I vantaggi che si possono ottenere effettuando il compostaggio composito degli scarti oleari sono molteplici. Oltre ad utilizzare materiali di scarto che sono costosi da smaltire, questa pratica permette di ottenere in poco tempo (8 settimane) un prodotto stabile, ricco di sostanza organica e di elementi nutritivi, che può essere tranquillamente utilizzato nei terreni dell’azienda agricola con conseguente aumento della fertilità e miglioramento delle caratteristiche fisiche del terreno rappresentando una grande opportunità per l’azienda olearia.

Sulle sanse oltre ai già noti possibili riutilizzi in campo bioenergetico si sta ora tentando di aprire anche una strada collegata all’industria mobiliera per la creazione di pannelli di compensato ed ora si sta valutando anche la possibilità di creare dei parquet.
“Con l'applicazione dei rinnovati strumenti comunitari – ci ha detto Ranieri Filo Della Torre, direttore Unaprol - vengono sostenute le attività multifunzionali degli olivicoltori e sostenute le iniziative di tutela del paesaggio come quelle che riutilizzano i reflui.

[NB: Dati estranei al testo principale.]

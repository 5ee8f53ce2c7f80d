import { cochainDims, type BasedComplex } from '../based/BasedComplex';
import type { Control } from '../reduce/Cancelled';
import { scalarRows } from './scalarRows';
import { sparseRank } from './SparseEchelon';

export interface Ranks {
  /** rank δ^k for k = 0 … top−1 */
  ranks: number[];
  /** dim H^k = d_k − rank δ^k − rank δ^(k−1) */
  dims: number[];
  /** Real field: smallest accepted pivot and largest value rounded to zero, relative to scale. */
  smallestPivot: number;
  largestDropped: number;
}

/** Cohomology dimensions of a based complex by sparse elimination of each coboundary. */
export function cohomologyDims<E>(X: BasedComplex<E>, control?: Control): Ranks {
  const d = cochainDims(X);
  const ranks: number[] = [];
  let smallestPivot = Infinity;
  let largestDropped = 0;
  for (let k = 0; k + 1 < X.dims.length; k++) {
    const rows = scalarRows(X, k);
    const r = sparseRank(X.field, rows, {
      tick: (f) => control?.progress?.('solve', (k + f) / Math.max(1, X.dims.length - 1)),
      shouldStop: control?.shouldStop,
    });
    ranks.push(r.rank);
    const scale = rows.scale || 1;
    smallestPivot = Math.min(smallestPivot, r.smallestPivot / scale);
    largestDropped = Math.max(largestDropped, r.largestDropped / scale);
  }
  const dims = d.map((dk, k) => dk - (ranks[k] ?? 0) - (k > 0 ? ranks[k - 1] : 0));
  return { ranks, dims, smallestPivot, largestDropped };
}
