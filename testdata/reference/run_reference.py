#!/usr/bin/python3
"""Independent reference for a run review of the SI demo plant
(testdata/demo/htst-milk-si.yaml), written from docs/METHOD.md §13 and §7
with the Python standard library only, not from pasval's code.

Usage: run_reference.py RUN.csv   (first columns: time, hold_outlet_temperature [°C],
flow_rate [L/h], forward, any others ignored; RFC 3339 times in UTC)

Prints JSON with the keys of 'pasval logs --json' (summary, events, drops),
SI, for cmd/pasval/logs_test.go to compare. It walks each parcel back through
the held intervals directly (O(n x tube) work: fine for a shift).
"""
import csv
import datetime
import json
import math
import sys

# The SI demo plant, as entered (testdata/demo/htst-milk-si.yaml).
INCH = 0.0254
D = 2 * INCH - 2 * 0.065 * INCH  # 2 in sanitary tube, 0.065 in wall (docs/METHOD.md §7.1)
AREA = math.pi * D * D / 4
LENGTH = 34.0  # m
RHO = 1031.0  # kg/m3, density as entered: the same at the raw inlet and in the tube
VISCOSITY = [(4.0, 3.1e-3), (40.0, 1.35e-3), (72.5, 0.72e-3), (80.0, 0.64e-3)]  # degC, Pa s
SETPOINT = 72.5
SENSOR_ACCURACY = 0.25  # K, process.sensor_accuracy: each parcel judged again with the reading this much lower (§13.4)
MAX_FLOW = 11000.0 / 3.6e6  # m3/s
ORGANISMS = [  # name, D (s), D temperature (degC), z (K), required log reduction (0: none)
    ("M. paratuberculosis", 11.67, 71.0, 7.11, 0.0),
    ("Listeria monocytogenes", 0.9, 71.7, 6.3, 5.0),
]
LEGAL = [(72.0, 15.0), (89.0, 1.0), (90.0, 0.5)]  # degC, s

# The tolerances pasval states (docs/METHOD.md §1.5 and §13): a reading equal
# to a limit is not past it.
TEMP_TOL = 1e-9  # K
FLOW_TOL = 1e-12  # relative
LEGAL_TOL = 1e-9  # relative, of the row time
GAP_FACTOR = 5
MEDIAN_WINDOW = 4096


def viscosity(t):
    """ln(mu) linear in T between the points, the nearest end held outside (§4)."""
    pts = VISCOSITY
    if t <= pts[0][0]:
        return pts[0][1]
    if t >= pts[-1][0]:
        return pts[-1][1]
    for (t0, m0), (t1, m1) in zip(pts, pts[1:]):
        if t0 <= t <= t1:
            f = (t - t0) / (t1 - t0)
            return math.exp(math.log(m0) + f * (math.log(m1) - math.log(m0)))
    raise ValueError(t)


def fastest_speed(q, t):
    """u_max = r v (§7.2-7.4): laminar below Re 4000 (r = 2), else Petukhov's n_p; mu at min(t, setpoint) (§13.4)."""
    if q <= 0:
        return 0.0
    v = q / AREA
    re = RHO * v * D / viscosity(min(t, SETPOINT))  # the colder of reading and setpoint (§13.4)
    if re < 4000:
        r = 2.0
    else:
        n = 0.790 * math.log(re) - 1.64
        r = (n + 1) * (2 * n + 1) / (2 * n * n)
    return r * v


def d_value(org, t):
    _, d, tref, z, _ = org
    return d * 10 ** ((tref - t) / z)


def legal_met(t, res):
    return any(rt <= t + 1e-9 and rtime - res <= LEGAL_TOL * rtime for rt, rtime in LEGAL)


def read(path):
    samples = []
    with open(path, newline="", encoding="utf-8") as f:
        rows = csv.reader(f)
        next(rows)
        for row in rows:
            ts, temp, flow, fwd = row[:4]  # further columns (the heating section's) are not read
            when = datetime.datetime.strptime(ts, "%Y-%m-%dT%H:%M:%SZ").replace(tzinfo=datetime.timezone.utc)
            samples.append((when.timestamp(), float(temp), float(flow) / 3.6e6, fwd == "1"))
    return samples


def clock(s):
    """A time from the first sample as RFC 3339 (ORIGIN: the first sample's Unix time)."""
    return datetime.datetime.fromtimestamp(ORIGIN + s, datetime.timezone.utc).strftime("%Y-%m-%dT%H:%M:%SZ")


ORIGIN = 0.0


def number(v):
    return None if math.isinf(v) or math.isnan(v) else v


def main(path):
    s = read(path)
    n = len(s)
    # Times from the first sample: a residence is a difference of times, and
    # Unix seconds in a float (steps of 0.24 us in 2026) would lose its last
    # digits (docs/METHOD.md §13.4).
    global ORIGIN
    ORIGIN = origin = s[0][0]
    times = [x[0] - origin for x in s]
    s = [(t,) + x[1:] for t, x in zip(times, s)]
    speeds = [fastest_speed(x[2], x[1]) for x in s]
    positive = [b - a for a, b in zip(times, times[1:]) if b > a][:MEDIAN_WINDOW]
    positive.sort()
    k = len(positive)
    median = positive[k // 2] if k % 2 else (positive[k // 2 - 1] + positive[k // 2]) / 2
    threshold = GAP_FACTOR * median

    def residence(i):
        """t_i - tau_0 with the integral of u over [tau_0, t_i] = L (§13.4)."""
        rest = LENGTH
        for j in range(i - 1, -1, -1):
            d = times[j + 1] - times[j]
            if speeds[j] * d >= rest:
                return times[i] - (times[j + 1] - rest / speeds[j])
            rest -= speeds[j] * d
        return times[i] - times[0] + rest / speeds[0] if speeds[0] > 0 else math.inf

    summ = dict(forward=0.0, diverted=0.0, fwd_vol=0.0, div_vol=0.0, min_t=math.inf, max_q=-math.inf,
                min_res=math.inf, min_lr=[math.inf] * len(ORGANISMS), gaps=0,
                short=0, short_low=0, min_lr_low=[math.inf] * len(ORGANISMS))
    events, drops = [], []
    ev, drop = None, None

    def close_event():
        nonlocal ev
        if ev is None:
            return
        e = ev
        ev = None
        if e["class"] == "gap":
            e["kind"], e["verdict"] = "gap", "no record"
            summ["gaps"] += 1
        else:
            if e["class"] == "lethality":
                e["kind"] = "lethality"
            elif e["temp"] and e["flow"]:
                e["kind"] = "temperature+flow"
            else:
                e["kind"] = "temperature" if e["temp"] else "flow"
            e["verdict"] = "limits met" if e["all_met"] else "product at risk"
        events.append(e)

    for i, (t, temp, q, fwd) in enumerate(s):
        d = times[i + 1] - t if i + 1 < n else 0.0
        vol = q * d if q > 0 else 0.0
        res = residence(i)
        lrs = [res / d_value(o, temp) for o in ORGANISMS]
        if fwd:
            summ["forward"] += d
            summ["fwd_vol"] += vol
            summ["min_t"] = min(summ["min_t"], temp)
            summ["max_q"] = max(summ["max_q"], q)
            summ["min_res"] = min(summ["min_res"], res)
            summ["min_lr"] = [min(a, b) for a, b in zip(summ["min_lr"], lrs)]
        else:
            summ["diverted"] += d
            summ["div_vol"] += vol
        below = temp < SETPOINT - TEMP_TOL
        # Drops below the setpoint (§13.5).
        if drop is not None and not below:
            drop["end"], drop["recovered"] = t, True
            drop = None
        if below:
            if drop is None:
                drop = dict(start=t, end=t, recovered=False, min_t=temp, forward_below=False, divert_after=None)
                drops.append(drop)
            drop["end"] = t
            drop["min_t"] = min(drop["min_t"], temp)
            if fwd:
                drop["forward_below"] = True
            elif drop["divert_after"] is None:
                drop["divert_after"] = t - drop["start"]
        if not fwd:
            close_event()
            continue
        gap = d > threshold
        over = q > MAX_FLOW * (1 + FLOW_TOL)
        legal = legal_met(temp, res)
        req = all(not (o[4] > 0) or lr >= o[4] for o, lr in zip(ORGANISMS, lrs))
        # The same parcel with the reading lowered by the sensor accuracy (the residence as recorded).
        low = temp - SENSOR_ACCURACY
        lrs_low = [res / d_value(o, low) for o in ORGANISMS]
        short_low = not legal_met(low, res) or not all(not (o[4] > 0) or lr >= o[4] for o, lr in zip(ORGANISMS, lrs_low))
        summ["short"] += (not legal or not req)
        summ["short_low"] += short_low
        summ["min_lr_low"] = [min(a, b) for a, b in zip(summ["min_lr_low"], lrs_low)]
        if gap:
            cls = "gap"
        elif below or over:
            cls = "limit"
        elif not legal or not req:
            cls = "lethality"
        else:
            close_event()
            continue
        if ev is not None and ev["class"] != cls:
            close_event()
        if ev is None:
            ev = {"class": cls, "start": t, "duration": 0.0, "volume": 0.0, "min_t": math.inf, "max_q": -math.inf,
                  "min_lr": [math.inf] * len(ORGANISMS), "min_res": math.inf, "min_sample_res": math.inf,
                  "legal": not gap, "at_risk": 0.0, "temp": False, "flow": False, "all_met": True, "drop": None,
                  "short_low": 0, "min_lr_low": [math.inf] * len(ORGANISMS)}
        ev["end"] = t + d
        ev["duration"] += d
        ev["volume"] += vol
        ev["min_t"] = min(ev["min_t"], temp)
        ev["max_q"] = max(ev["max_q"], q)
        ev["min_res"] = min(ev["min_res"], res)
        if speeds[i] > 0:
            ev["min_sample_res"] = min(ev["min_sample_res"], LENGTH / speeds[i])
        ev["min_lr"] = [min(a, b) for a, b in zip(ev["min_lr"], lrs)]
        ev["min_lr_low"] = [min(a, b) for a, b in zip(ev["min_lr_low"], lrs_low)]
        ev["short_low"] += short_low
        if gap:
            ev["at_risk"] += vol
            continue
        if below:
            ev["temp"] = True
            if ev["drop"] is None:
                ev["drop"] = drop
        ev["flow"] = ev["flow"] or over
        if not legal:
            ev["legal"] = False
        if not legal or not req:
            ev["all_met"] = False
            ev["at_risk"] += vol
    close_event()

    names = [o[0] for o in ORGANISMS]
    out = {
        "summary": {
            "rows": n, "start": clock(times[0]), "end": clock(times[-1]),
            "forward_s": summ["forward"], "diverted_s": summ["diverted"],
            "forward_volume_L": summ["fwd_vol"] * 1e3, "diverted_volume_L": summ["div_vol"] * 1e3,
            "min_forward_temperature_C": number(summ["min_t"]), "max_forward_flow_L_h": number(summ["max_q"] * 3.6e6),
            "min_forward_log_reduction": number(summ["min_lr"][0]),
            "min_forward_log_reduction_by_organism": dict(zip(names, map(number, summ["min_lr"]))),
            "min_forward_residence_s": number(summ["min_res"]), "gaps": summ["gaps"],
            "samples_short": summ["short"], "sensor_low_K": SENSOR_ACCURACY, "samples_short_at_sensor_low": summ["short_low"],
            "min_forward_log_reduction_at_sensor_low": number(summ["min_lr_low"][0]),
            "min_forward_log_reduction_at_sensor_low_by_organism": dict(zip(names, map(number, summ["min_lr_low"]))),
            "median_interval_s": median, "gap_threshold_s": threshold,
        },
        "events": [{
            "kind": e["kind"], "start": clock(e["start"]), "end": clock(e["end"]), "duration_s": e["duration"],
            "min_temperature_C": e["min_t"], "max_flow_L_h": e["max_q"] * 3.6e6, "volume_L": e["volume"] * 1e3,
            "min_log_reduction": number(e["min_lr"][0]),
            "min_log_reduction_by_organism": dict(zip(names, map(number, e["min_lr"]))),
            "min_residence_s": number(e["min_res"]), "min_sample_residence_s": number(e["min_sample_res"]),
            "legal_row_met": e["legal"], "verdict": e["verdict"], "at_risk_volume_L": e["at_risk"] * 1e3,
            "divert_after_s": e["drop"]["divert_after"] if e["drop"] is not None else None,
            "samples_short_at_sensor_low": e["short_low"], "min_log_reduction_at_sensor_low": number(e["min_lr_low"][0]),
            "min_log_reduction_at_sensor_low_by_organism": dict(zip(names, map(number, e["min_lr_low"]))),
        } for e in events],
        "drops": [{
            "start": clock(d["start"]), "end": clock(d["end"]), "recovered": d["recovered"],
            "min_temperature_C": d["min_t"], "forward_below_setpoint": d["forward_below"],
            "divert_after_s": d["divert_after"],
        } for d in drops],
    }
    json.dump(out, sys.stdout, indent=1)
    print()


if __name__ == "__main__":
    main(sys.argv[1])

L'Unaprol avvierà corsi di formazione ad hoc per sviluppare l'utilizzo eco-compatibile di tutti i sottoprodotti oleari, quali il nocciolo dell'oliva, la sansa e le acque di vegetazione. Tra pellicole di buccia, parti di polpa e nocciolo il residuo solido rappresenta il 30 - 50% delle olive lavorate. E sia nella Sabina che in provincia di Latina ci sono esperienze pilota con bacini di raccolta e prime produzioni di mattonelle, pelletts, caldaie e parquet di sansa.”

Biomassa di olivo
Nuovi progetti dell’Unaprol riguardano anche l’utilizzo delle potature olivicole ai fini energetici.

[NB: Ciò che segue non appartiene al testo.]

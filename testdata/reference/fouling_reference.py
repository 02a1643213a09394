#!/usr/bin/python3
"""Independent reference for the heating section over a recorded run of the
SI demo plant (testdata/demo/htst-milk-si.yaml), written from docs/METHOD.md
section 17 (and sections 5, 6.3, 12 for the relations it uses) with water
from Debian's python3-iapws and the fit by Debian's python3-numpy, not from
pasval's code.

Usage: fouling_reference.py RUN.csv   (the demo's columns: time, the holding
tube's three, then heating_product_in, heating_product_out,
heating_medium_in, heating_medium_out, all in degC; flow in L/h; no medium
flow column: the plant's 20000 L/h)

Prints JSON with the keys of the "heating" object of 'pasval logs --json'
that it computes (windows, U, U_clean, the linear fit, the medium-inlet
forecast), times as Unix seconds under keys ending in _s, for
cmd/pasval/heating_test.go to compare.

Method: 60 s windows aligned to multiples of 60 s since the epoch; a window
is left out when a sample in it is diverted or its product flow's range
exceeds 5 % of its mean; the means of the samples that have all four heating
temperatures; q = m cp (out - in), LMTD counterflow, U = q/(A LMTD) with
A = 10 plates x 0.42 m2 (the plates check finds for the sized section: one
pass of 5 + 6 channels); U_clean from plate_pack.rate_pack at the window's
temperatures and flows (fouling 0); R_f = 1/U - 1/U_clean; the linear least-
squares fit against hours from the first window used (numpy.linalg.lstsq)
with covariance s^2 (X'X)^-1; the heating section at the normal rate rated
for a fouling R (U_service = 1/(1/U_clean + R), U_clean from the pack at the
section's temperatures, iterated), R* where the required medium inlet is the
77 degC available, by bisection; t* = (R* - a)/b; sigma by the delta method.
"""
import calendar
import csv
import json
import math
import os
import sys
import time

import numpy

sys.path.insert(0, os.path.dirname(os.path.abspath(__file__)))
import line_reference  # noqa: E402  (beside this script)
import plate_pack  # noqa: E402

RHO, CP = 1031.0, 3930.0             # the demo milk's density and specific heat
NORMAL = 10000e-3 / 3600             # m3/s, flow.rate
MEDIUM = 20000e-3 / 3600             # m3/s, heating.medium_rate
AVAILABLE = 77.0                     # degC, heating.medium_inlet
AREA = 10 * 0.42                     # m2
PLATE = dict(line_reference.DEMO_PLATE, fouling=0.0)
WIDTH = 60.0


def read(path):
    samples = []
    with open(path, newline="", encoding="utf-8") as f:
        rows = csv.reader(f)
        next(rows)
        for row in rows:
            t = calendar.timegm(time.strptime(row[0], "%Y-%m-%dT%H:%M:%SZ"))
            heat = None
            if all(x != "" for x in row[4:8]):
                heat = [float(x) for x in row[4:8]]
            samples.append((t, float(row[2]) / 3.6e6 * RHO, row[3] == "1", heat))
    return samples


def windows(samples):
    out = {}
    for t, m, fwd, heat in samples:
        out.setdefault(math.floor(t / WIDTH), []).append((t, m, fwd, heat))
    return [(k, out[k]) for k in sorted(out)]


def rate_window(pin, pout, min_, mout, m):
    rho_w, _ = line_reference.water(min_)
    r = plate_pack.rate_pack(PLATE, {"m": m, "tin": pin, "tout": pout, "passes": 1, "cpp": 5},
                             {"m": MEDIUM * rho_w, "tin": min_, "tout": mout, "passes": 1, "cpp": 6}, line_reference.milk)
    return r["U_clean"]


def required_inlet(rf, pin, pout):
    """The medium inlet the section needs at the normal rate with the fouling rf."""
    c = NORMAL * RHO * CP
    q = c * (pout - pin)
    u = 3000.0
    for _ in range(200):
        tin = max(AVAILABLE, pout + 1)
        for _ in range(200):
            mo, cm = line_reference.medium_out(MEDIUM, tin, q)
            cmin, cmax = min(c, cm), max(c, cm)
            nxt = pin + q / (line_reference.eps_counter(u * AREA / cmin, cmin / cmax) * cmin)
            if abs(nxt - tin) < 1e-12:
                break
            tin = nxt
        mo, _ = line_reference.medium_out(MEDIUM, nxt, q)
        rho_w, _ = line_reference.water(nxt)
        uc = plate_pack.rate_pack(PLATE, {"m": NORMAL * RHO, "tin": pin, "tout": pout, "passes": 1, "cpp": 5},
                                  {"m": MEDIUM * rho_w, "tin": nxt, "tout": mo, "passes": 1, "cpp": 6}, line_reference.milk)["U_clean"]
        un = 1 / (1 / uc + rf)
        if abs(un - u) <= 1e-12 * u:
            break
        u = un
    return nxt


def nearest_rank(x, q):
    s = sorted(x)
    return s[max(0, math.ceil(q * len(s)) - 1)]


def main(path):
    samples = read(path)
    first, last = samples[0][0], samples[-1][0]
    points, skipped = [], {"diverted": 0, "unsteady": 0, "no_reading": 0, "temperature_cross": 0, "pack_not_rated": 0}
    wins = windows(samples)
    for k, ss in wins:
        flows = [m for _, m, _, _ in ss]
        mean = sum(flows) / len(flows)
        heat = [h for _, _, _, h in ss if h is not None]
        if any(not fwd for _, _, fwd, _ in ss):
            skipped["diverted"] += 1
            continue
        if max(flows) - min(flows) > 0.05 * mean:
            skipped["unsteady"] += 1
            continue
        if not heat:
            skipped["no_reading"] += 1
            continue
        pin, pout, min_, mout = (sum(h[i] for h in heat) / len(heat) for i in range(4))
        q = mean * CP * (pout - pin)
        d1, d2 = min_ - pout, mout - pin
        if d1 <= 0 or d2 <= 0 or q <= 0:
            skipped["temperature_cross"] += 1
            continue
        u = q / (AREA * line_reference.lmtd(d1, d2))
        uc = rate_window(pin, pout, min_, mout, mean)
        points.append(((k + 0.5) * WIDTH, u, uc, 1 / u - 1 / uc))
    t0 = points[0][0]
    hours = numpy.array([(p[0] - t0) / 3600 for p in points])
    rf = numpy.array([p[3] for p in points])
    x = numpy.column_stack([numpy.ones(len(hours)), hours])
    (a, b), _, _, _ = numpy.linalg.lstsq(x, rf, rcond=None)
    res = rf - (a + b * hours)
    rss = float(res @ res)
    n = len(points)
    cov = rss / (n - 2) * numpy.linalg.inv(x.T @ x)
    us = [p[1] for p in points]
    hour = lambda lo, hi: [p[1] for p in points if lo <= p[0] <= hi]  # noqa: E731
    fh, lh = hour(first, first + 3600), hour(last - 3600, last)
    # The section at the normal rate: the product from the regenerator's
    # outlet to the tube inlet with heat loss (line_reference.milk_si).
    ref = line_reference.milk_si()["heating"]
    pin, pout = ref["cold_in"], ref["cold_out"]
    now = a + b * hours[-1]
    lo, hi = now, now + 1e-4
    while required_inlet(hi, pin, pout) < AVAILABLE:
        hi += 1e-4
    while hi - lo > 1e-15:
        mid = (lo + hi) / 2
        if required_inlet(mid, pin, pout) >= AVAILABLE:
            hi = mid
        else:
            lo = mid
    rstar = (lo + hi) / 2
    tstar = (rstar - a) / b
    g = numpy.array([-1 / b, -(rstar - a) / b ** 2])
    sigma = math.sqrt(g @ cov @ g)
    out = {
        "windows": len(wins), "windows_used": n, "windows_skipped": skipped,
        "u_W_m2K": {"p05": nearest_rank(us, 0.05), "p50": nearest_rank(us, 0.5), "p95": nearest_rank(us, 0.95),
                    "first_hour": sum(fh) / len(fh), "last_hour": sum(lh) / len(lh)},
        "u_clean_W_m2K": nearest_rank([p[2] for p in points], 0.5),
        "fouling_m2K_W_per_h": b,
        "linear": {"a_m2K_W": a, "b_m2K_W_per_h": b, "points": n, "rms_residual_m2K_W": math.sqrt(rss / n),
                   "aic": n * math.log(rss / n) + 4,
                   "std_errors": {"a_m2K_W": math.sqrt(cov[0][0]), "b_m2K_W_per_h": math.sqrt(cov[1][1])}},
        "forecast": {"medium_inlet_limit_C": AVAILABLE, "required_medium_inlet_now_C": required_inlet(now, pin, pout),
                     "fouling_now_m2K_W": now, "fouling_at_limit_m2K_W": rstar, "sigma_h": sigma},
        "at_s": t0 + tstar * 3600, "clean_before_s": t0 + (tstar - 1.6448536269514722 * sigma) * 3600,
    }
    json.dump(out, sys.stdout, indent=1)


if __name__ == "__main__":
    main(sys.argv[1])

L’agroenergia appare infatti come una prospettiva interessante stante l’elevato costo del petrolio.
Inoltre sotto il profilo delle buone pratiche olivicole una forma di smaltimento organizzata delle potature può evitare alcune pessime consuetudini presenti tutt’ora nel nostro Paese come quella di bruciare il legname potato con un evidente rischio di incendi. Tra l’altro lo smaltimento delle potature può diventare un piccolo ricavo per l’azienda anziché rappresentare, come oggi, un costo .

Un’innovazione molto interessante che l’Unaprol sta cercando di sviluppare in collaborazione con il CNR riguarda la possibilità di utilizzare alcune nuove varietà di olivo rapito accrescimento che sviluppano più la massa arborea che non la fruttificazione. Tali nuove varietà potrebbero essere utilizzate nei piani di rimboschimento confermando la ben nota vocazione dell’olivo ad una nobile funzione paesaggistica e consendo di sfruttare la grande capacità di adattamento di questa pianta in quelle aree calde e siccitose dove altre varietà boschive lamentano maggiori difficoltà.

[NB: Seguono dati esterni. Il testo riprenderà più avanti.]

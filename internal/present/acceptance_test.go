package present

// Source of the expected values: the project's own wording of acceptance
// tests (docs/METHOD.md §15) and the Fahrenheit scale (°F = °C·9/5 + 32).

import (
	"strings"
	"testing"

	"pasval/internal/assess"
	"pasval/internal/plantfile"
)

// sampleResult is a result with every measured value set, so that any
// kind's words can be made from it.
func sampleResult() *assess.AcceptanceResult {
	f := func(v float64) *float64 { return &v }
	pass := true
	return &assess.AcceptanceResult{Test: plantfile.TestHoldingTime, Date: "2026-05-12", By: "inspector", Fluid: plantfile.FluidWater,
		FlowM3s: f(3.3 / 3600), TemperatureC: f(80), TimeS: f(26.3), SensorC: f(72.5), ReferenceC: f(72.4), DifferencePa: f(28000),
		PassEntered: &pass, Predicted: f(80.5), LimitJudgedC: f(80), Judged: true, Pass: &pass, NextDue: "2026-11-12", Interval: "6 months",
		Timing: &assess.TimingComparison{ConvertedS: 17.94, ModelS: 17.95, DifferencePercent: -0.06, ConvertedAtSeal: true,
			RowTemperatureC: 80, RowTimeS: 25, JudgedTemperatureC: 80, ModelTestTimeS: 26.31, TestRegime: "turbulent", TestFastestToMean: 1.22,
			ProductRatio: 2.95 / 1.65}}
}

func TestAcceptanceNotes(t *testing.T) {
	a := sampleResult()
	c := assess.NewCheck(assess.AcceptanceHoldingTime, 25, 17.94)
	c.Detail.Test = a
	want := "2026-05-12, 26.30 s measured with water at 3300 L/h and 80.0 °C, as the product at the sealed maximum: 17.94 s " +
		"(model 17.95 s, −0.1 %) against the 80.0 °C row at the judged temperature 80.00 °C; the water time alone would meet the row, " +
		"but the product's fastest particle moves at 1.788× its mean velocity against water's 1.220×; by inspector; due again 2026-11-12"
	if got := CheckNote(c, si); got != want {
		t.Errorf("holding-time:\n got %q\nwant %q", got, want)
	}
	// A stale result says so and why it fails.
	a.Stale = true
	if got := CheckNote(c, si); !strings.HasSuffix(got, "; STALE: due again 2026-11-12 (every 6 months), so it fails whatever its values") {
		t.Errorf("stale: %q", got)
	}
	// A cut-out in US units: 72.3 °C = 162.14 °F, the setpoint 72.5 °C = 162.50 °F,
	// judged at 72.25 °C: 0.25 K = 0.45 °F.
	a = sampleResult()
	a.Test, a.TemperatureC, a.Predicted, a.LimitJudgedC, a.NextDue = plantfile.TestCutOut, ptr(72.3), ptr(72.5), ptr(72.25), ""
	c = assess.NewCheck(assess.AcceptanceCutOut, 72.25, 72.3)
	c.Detail.Test = a
	want = "2026-05-12, diverted at 162.14 °F; the least allowed is the judged temperature, the setpoint 162.50 °F less the sensor accuracy 0.45 °F; " +
		"by inspector; no interval entered"
	if got := CheckNote(c, us); got != want {
		t.Errorf("cut-out:\n got %q\nwant %q", got, want)
	}
}

func ptr(v float64) *float64 { return &v }

func TestEveryDueStateHasWords(t *testing.T) {
	for _, s := range assess.DueStates {
		if stateWords(s) == "" {
			t.Errorf("%s: no words", s)
		}
	}
	mustPanic(t, func() { stateWords("no-such-state") })
}

func TestEveryCriticalLimitHasWords(t *testing.T) {
	for _, id := range plantfile.CriticalLimitIDs {
		res := &assess.Result{CriticalLimits: []assess.CriticalLimit{{ID: id, Value: 1, Basis: ptr(1), RowTemperatureC: ptr(72), JudgedTemperatureC: ptr(0.5)}}}
		for _, d := range []Display{si, us} {
			c := CriticalLimits(res, d)[0]
			if c.Parameter == "" || c.LimitText == "" || c.Monitoring == "" || c.CorrectiveAction == "" || c.Verification == "" || c.Records == "" {
				t.Errorf("%s: %+v", id, c)
			}
		}
	}
	// The plan's own words replace the default, column by column.
	res := &assess.Result{CriticalLimits: []assess.CriticalLimit{{ID: plantfile.LimitSetpoint, Value: 72.5,
		Entered: plantfile.HACCPTexts{Monitoring: "chart read hourly"}}}}
	c := CriticalLimits(res, si)[0]
	if c.Monitoring != "chart read hourly" || c.Records != defaultTexts[plantfile.LimitSetpoint].Records {
		t.Errorf("entered words: %+v", c)
	}
}

func TestEveryTestKindHasACheckAndWords(t *testing.T) {
	// Every kind of the plant file's table is judged by a registered check and
	// put into words; a kind added to the table alone fails here.
	for _, k := range plantfile.TestKinds() {
		id := checkOf(k.Kind)
		if assess.DefOf(id).ID != id {
			t.Errorf("%s: check %s", k.Kind, id)
		}
		a := sampleResult()
		a.Test = k.Kind
		a.Required, a.Unit = ptr(1), assess.DefOf(id).Unit
		if si.measuredWords(*a) == "" || si.modelWords(*a) == "" || limitWords(*a, us) == "" {
			t.Errorf("%s: no words", k.Kind)
		}
		c := assess.NewCheck(id, 1, 1)
		c.Detail.Test = a
		if CheckNote(c, si) == "" {
			t.Errorf("%s: no note", id)
		}
	}
	mustPanic(t, func() { checkOf("no-such-kind") })
}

Anche in questo caso il riutilizzo della massa arborea dell’olivo potrebbe avere un immediato indirizzo verso l’industri mobiliera che sembra molto apprezzare il caldo colore e la solidità che caratterizza il legno di olivo. Dunque ancora, parquet, mobili e scrivanie.

“Ho la sensazione – conclude Ranieri Filo della Torre - che il settore olivicolo si appresti a vivere una nuova ed interessante fase di espansione dei consumi, di maggiore diffusione della coltura non solo in nuove Nazioni ma anche in aree “di frontiera” nel nostro stesso Paese e che si vada verso una maggiore razionalizzazione e contenimento dei costi cercando di recuperare valore anche dai sottoprodotti del processo di trasformazione delle olive in olio.”